Using the entries that follow, report the number of lines that include the string "TestAcidExtractionLimits", without any other text.

§ DATA IN THIS EXERCISE
────────────────────────────────────────
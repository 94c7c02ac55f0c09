package chem

import (
	"errors"
	"fmt"
	"strconv"
)

// ErrOutOfRange is the cause of every refusal of a value outside what a method
// or a table covers. ErrNoData is the cause where there is no value at all.
var (
	ErrOutOfRange = errors.New("outside the range")
	ErrNoData     = errors.New("no data")
)

// A RangeError says which value was refused, the range that is covered, and
// what would do instead.
type RangeError struct {
	What      string  // what was asked for, such as "density of sulfuric acid"
	Quantity  string  // what is out of range, such as "temperature"
	Value     float64 // in Unit
	Low, High float64 // the range that is covered, in Unit
	Unit      string
	Advice    string // what would do; may be empty
}

// Error gives the value, the range and the advice.
func (e *RangeError) Error() string {
	covered := "only " + number(e.Low)
	if e.High != e.Low {
		covered = number(e.Low) + " to " + number(e.High)
	}
	text := fmt.Sprintf("%s: %s %s is %v; covered: %s", e.What, e.Quantity,
		unit(number(e.Value), e.Unit), ErrOutOfRange, unit(covered, e.Unit))
	if e.Advice != "" {
		text += "; " + e.Advice
	}
	return text
}

// Unwrap returns ErrOutOfRange.
func (e *RangeError) Unwrap() error { return ErrOutOfRange }

// A NoDataError says which value is missing, of what, and what would do.
type NoDataError struct {
	What   string // what is missing, such as "density"
	Of     string // of which substance or mixture
	Advice string // what would do, such as "give density=1.05 g/mL"
}

// Error gives what is missing and the advice.
func (e *NoDataError) Error() string {
	text := fmt.Sprintf("%v: %s of %s", ErrNoData, e.What, e.Of)
	if e.Advice != "" {
		text += "; " + e.Advice
	}
	return text
}

// Unwrap returns ErrNoData.
func (e *NoDataError) Unwrap() error { return ErrNoData }

// checkFraction refuses anything but a share from 0 to 1 inclusive.
func checkFraction(what string, f Fraction) error {
	if f >= 0 && f <= 1 {
		return nil
	}
	return &RangeError{What: what, Quantity: "fraction", Value: f.Percent(), High: 100, Unit: "%"}
}

// number writes a value in at most seven figures, for a message.
func number(x float64) string { return strconv.FormatFloat(x, 'g', 7, 64) }

// unit puts a unit behind a written number.
func unit(number, symbol string) string {
	if symbol == "" {
		return number
	}
	return number + " " + symbol
}
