package chem

import (
	"errors"
	"math"
	"math/rand/v2"
	"testing"
)

func near(got, want, relative float64) bool {
	return math.Abs(got-want) <= relative*math.Max(math.Abs(want), 1e-300)
}

// TestExtractionProperties checks over random cases that more portions of the
// same total leave less, that none falls below exp(−D·V/Vaq), that portions for
// a recovery are just enough, and that the cascade beats cross-current.
func TestExtractionProperties(t *testing.T) {
	r := rand.New(rand.NewPCG(3, 5))
	for range 2000 {
		d := math.Exp(r.Float64()*8 - 3)
		aq, total := Volume(r.Float64()+1e-3)*Litre, Volume(r.Float64()+1e-3)*Litre
		floor := ExtractFloor(d, aq, total)
		last := Fraction(1)
		for n := 1; n <= 20; n++ {
			left := ExtractLeft(d, aq, total/Volume(n), n)
			if left >= last || float64(left) < float64(floor)*(1-1e-12) {
				t.Fatalf("D %v, %v of %v: %d portions leave %v, fewer %v, floor %v", d, total, aq, n, left, last, floor)
			}
			if counter := CounterCurrentLeft(d, aq, total/Volume(n), n); n > 1 && counter < 0 {
				t.Fatalf("counter-current left %v", counter)
			}
			last = left
		}
		recovery := Fraction(r.Float64() * 0.999)
		n, err := PortionsFor(d, aq, total, recovery)
		if err != nil {
			continue // more than 1000 portions
		}
		if got := 1 - ExtractLeft(d, aq, total, n); got < recovery-1e-9 {
			t.Fatalf("%d portions recover %v, want %v", n, got, recovery)
		}
		if n > 0 && 1-ExtractLeft(d, aq, total, n-1) > recovery+1e-9 {
			t.Fatalf("%d portions for %v are one too many", n, recovery)
		}
		each, err := PortionVolume(d, aq, 3, recovery)
		if err != nil || (recovery > 0 && math.Abs(float64(1-ExtractLeft(d, aq, each, 3)-recovery)) > 1e-9) {
			t.Fatalf("three portions of %v recover %v, want %v (%v)", each, 1-ExtractLeft(d, aq, each, 3), recovery, err)
		}
	}
}

// TestCounterCurrentByStages solves the cascade stage by stage as a linear
// system and compares with the Kremser equation.
func TestCounterCurrentByStages(t *testing.T) {
	for _, e := range []float64{0.3, 0.99999, 1, 1.00001, 2, 7} {
		for _, n := range []int{1, 2, 5, 12} {
			// x0 = 1 enters, y(n+1) = 0; x(i−1) + E·x(i+1) = (1 + E)·x(i): shoot from the end
			x, above := 1.0, 0.0 // x(n) taken as 1, x(n+1) = y(n+1)/D = 0
			for range n {
				x, above = (1+e)*x-e*above, x
			}
			want := 1 / x
			if got := CounterCurrentLeft(e, Litre, Litre, n); !near(float64(got), want, 1e-6) {
				t.Errorf("E %v, %d stages: left %v, want %v", e, n, got, want)
			}
		}
	}
}

func TestCounterCurrentStages(t *testing.T) {
	n, err := CounterCurrentStages(2, Litre, Litre, 0.99)
	if err != nil || CounterCurrentLeft(2, Litre, Litre, n) > 0.01 || CounterCurrentLeft(2, Litre, Litre, n-1) <= 0.01 {
		t.Errorf("stages = %d, %v", n, err)
	}
	if _, err := CounterCurrentStages(0.5, Litre, Litre, 0.99); !errors.Is(err, ErrImpossible) {
		t.Errorf("extraction factor 0.5 to 99 %%: %v, want impossible", err)
	}
}

func TestExtractionRefuses(t *testing.T) {
	for name, call := range map[string]func() error{
		"all of it":       func() error { _, err := PortionsFor(3, Litre, Litre, 1); return err },
		"more than all":   func() error { _, err := PortionsFor(3, Litre, Litre, 1.2); return err },
		"no distribution": func() error { _, err := PortionsFor(0, Litre, Litre, 0.5); return err },
		"not a number":    func() error { _, err := PortionsFor(math.NaN(), Litre, Litre, 0.5); return err },
		"no water":        func() error { _, err := PortionsFor(3, 0, Litre, 0.5); return err },
		"hopeless":        func() error { _, err := PortionsFor(1e-9, Litre, Litre, 0.5); return err },
	} {
		if err := call(); !errors.Is(err, ErrOutOfRange) && !errors.Is(err, ErrImpossible) {
			t.Errorf("%s: %v, want a refusal", name, err)
		}
	}
}

// TestAcidExtractionBalance checks that what was taken and what is left add up
// to what came in, and that the pH of the water is that which the general solver
// finds for what is left in it.
func TestAcidExtractionBalance(t *testing.T) {
	r := rand.New(rand.NewPCG(7, 11))
	for range 300 {
		x := AcidExtraction{
			Acid: Amount(0.001 + r.Float64()), PKa: 2 + 4*r.Float64(), Partition: math.Exp(4*r.Float64() - 1),
			Aqueous: Volume(0.1+r.Float64()) * Litre, Organic: Volume(0.05+0.2*r.Float64()) * Litre, Portions: 1 + r.IntN(8),
			Strong: Amount(r.Float64()*0.4 - 0.2),
		}
		if r.IntN(2) == 0 {
			x.Dimer = 0.01 * r.Float64()
		}
		stages, err := x.Stages(nil)
		if err != nil {
			t.Fatal(err)
		}
		total := stages[len(stages)-1].Left
		for _, s := range stages {
			total += s.Taken
			mix := []Protolyte{{PKa: []float64{x.PKa}, C: Concentration(float64(s.Left) / float64(s.Aqueous))}}
			want, err := PH(mix, Concentration(float64(x.Strong)/float64(s.Aqueous)), Celsius(25))
			if err != nil || math.Abs(s.PH-want) > 0.005 {
				t.Fatalf("%+v: pH %v, want %v (%v)", x, s.PH, want, err)
			}
		}
		if !near(float64(total), float64(x.Acid), 1e-12) {
			t.Fatalf("%+v: %v taken and left, want %v", x, total, x.Acid)
		}
	}
}

// TestAcidExtractionLimits reduces the staged extraction to the closed forms.
func TestAcidExtractionLimits(t *testing.T) {
	x := AcidExtraction{Acid: 0.1, PKa: 4.8, Partition: 5, Aqueous: Litre, Organic: 200 * Millilitre, Portions: 4, FixedPH: true, PH: 5.3}
	stages, err := x.Stages(nil)
	if err != nil {
		t.Fatal(err)
	}
	d := DistributionRatio(5, 4.8, 5.3)
	if got, want := float64(stages[3].Left/x.Acid), float64(ExtractLeft(d, Litre, 200*Millilitre, 4)); !near(got, want, 1e-12) {
		t.Errorf("left %v, want %v", got, want)
	}
	x.IonPair = 0.2
	stages, err = x.Stages(stages[:0])
	if err != nil || !near(stages[0].Distribution, IonPairDistributionRatio(5, 0.2, 4.8, 5.3), 1e-12) {
		t.Errorf("with an ion pair D = %v, %v", stages[0].Distribution, err)
	}
	x.FixedPH = false
	if _, err := x.Stages(nil); !errors.Is(err, ErrNoData) {
		t.Errorf("ion pair without a pH: %v", err)
	}
}

// TestDimerPairing checks the quadratic against its own balance and that pairing
// takes more over.
func TestDimerPairing(t *testing.T) {
	alone := AcidExtraction{Acid: 0.5, PKa: 4.8, Partition: 1, Aqueous: Litre, Organic: Litre, Portions: 1, FixedPH: true, PH: 0}
	paired := alone
	paired.Dimer = 0.05
	a, err := alone.Stages(nil)
	if err != nil {
		t.Fatal(err)
	}
	b, err := paired.Stages(nil)
	if err != nil {
		t.Fatal(err)
	}
	if b[0].Taken <= a[0].Taken {
		t.Errorf("paired takes %v, alone %v", b[0].Taken, a[0].Taken)
	}
	m := float64(b[0].Left / 1e-3) // single acid in the solvent, P = 1, all neutral
	if got, want := float64(b[0].Taken), 1e-3*(m+2*0.05*m*m); !near(got, want, 1e-4) {
		t.Errorf("taken %v, want %v", got, want)
	}
}

// TestSolventLosses checks that the first portion saturates the water and later
// ones keep their volume.
func TestSolventLosses(t *testing.T) {
	x := AcidExtraction{Acid: 0.1, PKa: 4.8, Partition: 20, Aqueous: 500 * Millilitre, Organic: 100 * Millilitre, Portions: 3, SolventInWater: 0.1}
	stages, err := x.Stages(nil)
	if err != nil {
		t.Fatal(err)
	}
	for i, want := range []float64{50, 100, 100} {
		if got := stages[i].Organic.Millilitres(); !near(got, want, 1e-9) {
			t.Errorf("extract %d has %v mL, want %v", i+1, got, want)
		}
	}
	x.SolventInWater = 0.3
	if _, err := x.Stages(nil); !errors.Is(err, ErrImpossible) {
		t.Errorf("portion that dissolves whole: %v", err)
	}
}

func BenchmarkAcidExtractionTen(b *testing.B) {
	x := AcidExtraction{Acid: 0.5, PKa: 4.83, Partition: 26, Aqueous: Litre, Organic: 200 * Millilitre, Portions: 10, Strong: -0.01, SolventInWater: 0.09, WaterInSolvent: 0.03}
	stages := make([]ExtractionStage, 0, 10)
	b.ReportAllocs()
	for b.Loop() {
		var err error
		if stages, err = x.Stages(stages[:0]); err != nil {
			b.Fatal(err)
		}
	}
}

// TestPartitionEstimates compares the estimates from the octanol value with
// measured ether values (Collander, partition.csv) and the computed ones of
// ethyl acetate, within their stated spread twice over.
func TestPartitionEstimates(t *testing.T) {
	for _, solvent := range []string{"60-29-7", "141-78-6"} {
		for _, acid := range []string{"107-92-6", "109-52-4", "142-62-1"} {
			table, ok := partitions()[partitionKey{acid, solvent}]
			if !ok {
				t.Fatalf("no value for %s in %s", acid, solvent)
			}
			estimate, ok := estimatePartition(acid, solvent)
			if off := math.Log10(estimate.P / table.P); !ok || math.Abs(off) > 2*estimate.Spread {
				t.Errorf("%s in %s: estimate is off by %.2f in log10", nameOfCAS(acid), nameOfCAS(solvent), off)
			}
			if estimate.Measured {
				t.Error("an estimate says it was measured")
			}
		}
	}
	if p, err := PartitionOf("109-52-4", "60-29-7"); err != nil || !p.Measured || !near(math.Log10(p.P), 1.36, 1e-9) {
		t.Errorf("pentanoic acid in ether: %+v, %v", p, err)
	}
	if _, err := PartitionOf("50-00-0", "141-78-6"); !errors.Is(err, ErrNoData) {
		t.Errorf("unknown solute: %v", err)
	}
}

func TestMutualSolubility(t *testing.T) {
	// IUPAC-NIST Solubility Data Series 88 (mutual_solubility.csv)
	s, err := MutualSolubilityOf("141-78-6", Celsius(20))
	if err != nil || !near(s.SolventInWater.Percent(), 8.7, 1e-9) || !near(s.WaterInSolvent.Percent(), 3.3, 1e-9) {
		t.Errorf("ethyl acetate at 20 °C: %+v, %v", s, err)
	}
	s, err = MutualSolubilityOf("141-78-6", Celsius(22.5))
	if err != nil || !near(s.SolventInWater.Percent(), (8.7+8.15)/2, 1e-9) {
		t.Errorf("ethyl acetate at 22.5 °C: %+v, %v", s, err)
	}
	if lost, ok := s.LostToWater(100 * Gram); !ok || !near(lost.Grams(), 100*0.08425/(1-0.08425), 1e-9) {
		t.Errorf("lost to water: %v, %v", lost, ok)
	}
	if _, err := MutualSolubilityOf("141-78-6", Celsius(60)); !errors.Is(err, ErrOutOfRange) {
		t.Errorf("60 °C: %v", err)
	}
	if _, err := MutualSolubilityOf("67-56-1", Celsius(20)); !errors.Is(err, ErrNoData) {
		t.Errorf("methanol: %v", err)
	}
	if s, err := MutualSolubilityOf("75-09-2", Celsius(20)); err != nil || len(s.Notes) == 0 {
		t.Errorf("dichloromethane off its temperature: %+v, %v, want a note", s, err)
	}
}

func TestNeutralFractionBounds(t *testing.T) {
	for _, pH := range []float64{-1e6, -5, 0, 4.8, 7, 14, 400, 1e6} {
		f := NeutralFraction(pH, 4.8, 9.2)
		if !(f >= 0 && f <= 1) {
			t.Errorf("NeutralFraction(%v) = %v", pH, f)
		}
	}
}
────────────────────────────────────────
§ RESPONSE
2